10:37 JST, June 1, 2022
Japanese auto companies are likely to post record profits this year as they raise vehicle prices and cut costs to mitigate the hit from soaring inflation, J.P. Morgan analysts said on Tuesday.
JPM expects price hikes and cut in some production-related expenses to mitigate 80% to 90% of the rise in Japanese original equipment manufacturers’ (OEMs) raw material costs per vehicle, which it estimates will rise by an average of 95,000 yen ($742.88) in fiscal 2022.
“We think product price hikes are likely to go through in North America in particular, backed not only by solid demand but also the Japanese OEMs’ brand positions,” JPM analysts said.

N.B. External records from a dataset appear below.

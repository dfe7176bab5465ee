//! The guided fill: exact reproduction when the source is the target plus a constant, texture
//! carried into the hole, no seam at the rim, and the automatic placement of sources.

// Sources: the guided fill solves eq. (7) of Pérez, Gangnet & Blake, "Poisson Image Editing",
// ACM TOG 22(3) 2003 with v_pq = s_p − s_q; "g = f* + c gives f = f*" is the check listed there
// (ORACLES.md §4). The texture and seam bounds are the (high-frequency energy within 30% of
// the surroundings; harmonic near zero); the seam measure — mean absolute difference across the
// rim against the same measure between known neighbours — is common practice.

use reweave::fill::guided::ChosenSource;
use reweave::fill::{FillMethod, FillParams, FillReport, fill};
use reweave::mask::Mask;
use reweave::synth::Rng;

fn guided(plane: &mut [f32], mask: &Mask, chosen: Vec<ChosenSource>) -> FillReport {
    let params =
        FillParams { method: FillMethod::Guided, chosen_sources: chosen, tolerance: 1e-9, ..FillParams::default() };
    fill(&mut [plane], mask, &params).expect("guided fill succeeds")
}

/// A periodic texture (period 16 in x and 12 in y) plus a step of `c` on the right half.
fn stepped_texture(w: usize, h: usize, c: f32) -> Vec<f32> {
    (0..w * h)
        .map(|i| {
            let (x, y) = ((i % w) as f32, (i / w) as f32);
            let t = 40.0 * (x * std::f32::consts::TAU / 16.0).sin() * (y * std::f32::consts::TAU / 12.0).cos();
            100.0 + t + if i % w >= w / 2 { c } else { 0.0 }
        })
        .collect()
}

#[test]
fn a_source_equal_to_the_target_plus_a_constant_reproduces_the_target() {
    let (w, h) = (160, 96);
    let truth = stepped_texture(w, h, 35.0);
    let mask = Mask::from_fn(w, h, |x, y| (20..45).contains(&x) && (30..60).contains(&y));
    let mut plane: Vec<f32> = truth.iter().zip(mask.bits()).map(|(&v, &m)| if m { 0.0 } else { v }).collect();
    // Moved by 96 = 6 periods to the right: the source is the target plus 35.
    let report = guided(&mut plane, &mask, vec![ChosenSource { at: (30, 40), offset: (96, 0) }]);
    assert_eq!(report.placements.len(), 1);
    assert_eq!(report.placements[0].offset, Some((96, 0)));
    let worst = (0..w * h).filter(|&i| mask.bits()[i]).map(|i| (plane[i] - truth[i]).abs()).fold(0f32, f32::max);
    assert!(worst < 1e-3, "largest error {worst}");
}

#[test]
fn automatic_placement_finds_a_matching_source() {
    let (w, h) = (160, 96);
    let truth = stepped_texture(w, h, 35.0);
    let mask = Mask::from_fn(w, h, |x, y| (20..45).contains(&x) && (30..60).contains(&y));
    let mut plane: Vec<f32> = truth.iter().zip(mask.bits()).map(|(&v, &m)| if m { 0.0 } else { v }).collect();
    let report = guided(&mut plane, &mask, Vec::new());
    let placed = report.placements[0];
    let (dx, dy) = placed.offset.expect("a source fits");
    // Any whole number of periods matches the band exactly (up to the constant step).
    assert_eq!((dx.rem_euclid(16), dy.rem_euclid(12)), (0, 0), "offset ({dx}, {dy})");
    assert!(placed.mismatch.is_some_and(|m| m < 1e-3), "{placed:?}");
    let worst = (0..w * h).filter(|&i| mask.bits()[i]).map(|i| (plane[i] - truth[i]).abs()).fold(0f32, f32::max);
    assert!(worst < 1e-3, "largest error {worst}");
}

/// A textured image: a smooth ramp plus seeded noise, a little smoothed (grain-like).
fn textured(w: usize, h: usize, seed: u64) -> Vec<f32> {
    let mut rng = Rng::new(seed);
    let noise: Vec<f32> = (0..w * h).map(|_| rng.normal() as f32).collect();
    (0..w * h)
        .map(|i| {
            let (x, y) = (i % w, i / w);
            let mut s = noise[i] * 2.0;
            for (dx, dy) in [(-1, 0), (1, 0), (0, -1), (0, 1)] {
                let (a, b) = ((x as i64 + dx).clamp(0, w as i64 - 1), (y as i64 + dy).clamp(0, h as i64 - 1));
                s += noise[b as usize * w + a as usize];
            }
            50.0 + 0.3 * x as f32 + 0.1 * y as f32 + 10.0 * s / 6.0
        })
        .collect()
}

/// Mean squared 5-point Laplacian over the pixels `p` whose four neighbours satisfy `inside`.
fn hf_energy(plane: &[f32], w: usize, h: usize, inside: impl Fn(usize, usize) -> bool) -> f64 {
    let (mut s, mut k) = (0f64, 0f64);
    for y in 1..h - 1 {
        for x in 1..w - 1 {
            if inside(x, y) && inside(x - 1, y) && inside(x + 1, y) && inside(x, y - 1) && inside(x, y + 1) {
                let p = y * w + x;
                let l =
                    4.0 * f64::from(plane[p]) - f64::from(plane[p - 1] + plane[p + 1] + plane[p - w] + plane[p + w]);
                s += l * l;
                k += 1.0;
            }
        }
    }
    s / k
}

#[test]
fn texture_comes_through_and_the_rim_has_no_seam() {
    let (w, h) = (256, 192);
    let image = textured(w, h, 77);
    let in_hole = |x: usize, y: usize| (x as f64 - 120.0).hypot(y as f64 - 90.0) < 22.0;
    let mask = Mask::from_fn(w, h, in_hole);
    let near = |x: usize, y: usize| {
        let d = (x as f64 - 120.0).hypot(y as f64 - 90.0);
        (26.0..50.0).contains(&d)
    };
    let surroundings = hf_energy(&image, w, h, near);

    let mut harmonic = image.clone();
    fill(&mut [&mut harmonic[..]], &mask, &FillParams::default()).expect("harmonic fill");
    let mut plane = image.clone();
    let report = guided(&mut plane, &mask, Vec::new());
    assert!(report.placements[0].offset.is_some());

    let inside_guided = hf_energy(&plane, w, h, in_hole);
    let inside_harmonic = hf_energy(&harmonic, w, h, in_hole);
    let ratio = inside_guided / surroundings;
    assert!((0.7..=1.3).contains(&ratio), "guided energy {inside_guided:.3} vs surroundings {surroundings:.3}");
    assert!(inside_harmonic < 0.05 * surroundings, "harmonic energy {inside_harmonic:.3}");

    // Seam: the mean jump between a filled pixel and its known neighbour is like the mean jump
    // between known neighbours nearby.
    let bits = mask.bits();
    let (mut across, mut na, mut known, mut nk) = (0f64, 0f64, 0f64, 0f64);
    for y in 1..h - 1 {
        for x in 1..w - 1 {
            let p = y * w + x;
            for q in [p + 1, p + w] {
                let jump = f64::from((plane[p] - plane[q]).abs());
                if bits[p] != bits[q] {
                    across += jump;
                    na += 1.0;
                } else if !bits[p] && near(x, y) {
                    known += jump;
                    nk += 1.0;
                }
            }
        }
    }
    let (across, known) = (across / na, known / nk);
    assert!(across < 1.3 * known, "jump across the rim {across:.3} vs between known pixels {known:.3}");
}

#[test]
fn known_pixels_stay_and_every_hole_gets_its_own_source() {
    let (w, h) = (200, 150);
    let image = textured(w, h, 5);
    let mut mask = Mask::new(w, h);
    for (cx, cy, r) in [(40.0, 40.0, 6.0), (150.0, 100.0, 9.0), (100.0, 30.0, 3.0)] {
        reweave::synth::paint_disk(&mut mask, cx, cy, r);
    }
    mask.set(10, 140, true); // a single pixel
    let mut plane = image.clone();
    let report = guided(&mut plane, &mask, Vec::new());
    assert_eq!(report.placements.len(), 4);
    for p in &report.placements {
        let (dx, dy) = p.offset.expect("every hole finds a source");
        // The source is made of known pixels only.
        for y in p.hole.y..p.hole.y + p.hole.height {
            for x in p.hole.x..p.hole.x + p.hole.width {
                if mask.get(x, y) {
                    let (sx, sy) = ((x as isize + dx) as usize, (y as isize + dy) as usize);
                    assert!(!mask.get(sx, sy), "source pixel ({sx}, {sy}) is itself damaged");
                }
            }
        }
    }
    for i in 0..w * h {
        if !mask.bits()[i] {
            assert_eq!(plane[i].to_bits(), image[i].to_bits(), "known pixel {i} changed");
        } else {
            assert!(plane[i].is_finite());
        }
    }
}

The brokerage also upgraded Japanese auto industry’s bellwether, Toyota Motor Corp, to “overweight” from “neutral,” citing its production recovery, price positioning, among other things, amid concerns that inflation could eat into the company’s earnings.
Japan’s largest automaker by sales on Friday cut its global production plan for June for the second time this month and signaled its full-year output estimate could be lowered, highlighting the pain from the supply chain crunch and China lockdown.
Besides high commodity prices, global auto production has also suffered from semiconductor shortages and China’s COVID-19 lockdowns, with car sales in China, Europe and the United States remaining depressed compared with a year earlier.
The brokerage forecast 2022 global automobile demand of 84.5 million units, with Japanese OEMs global production at 24.3 million.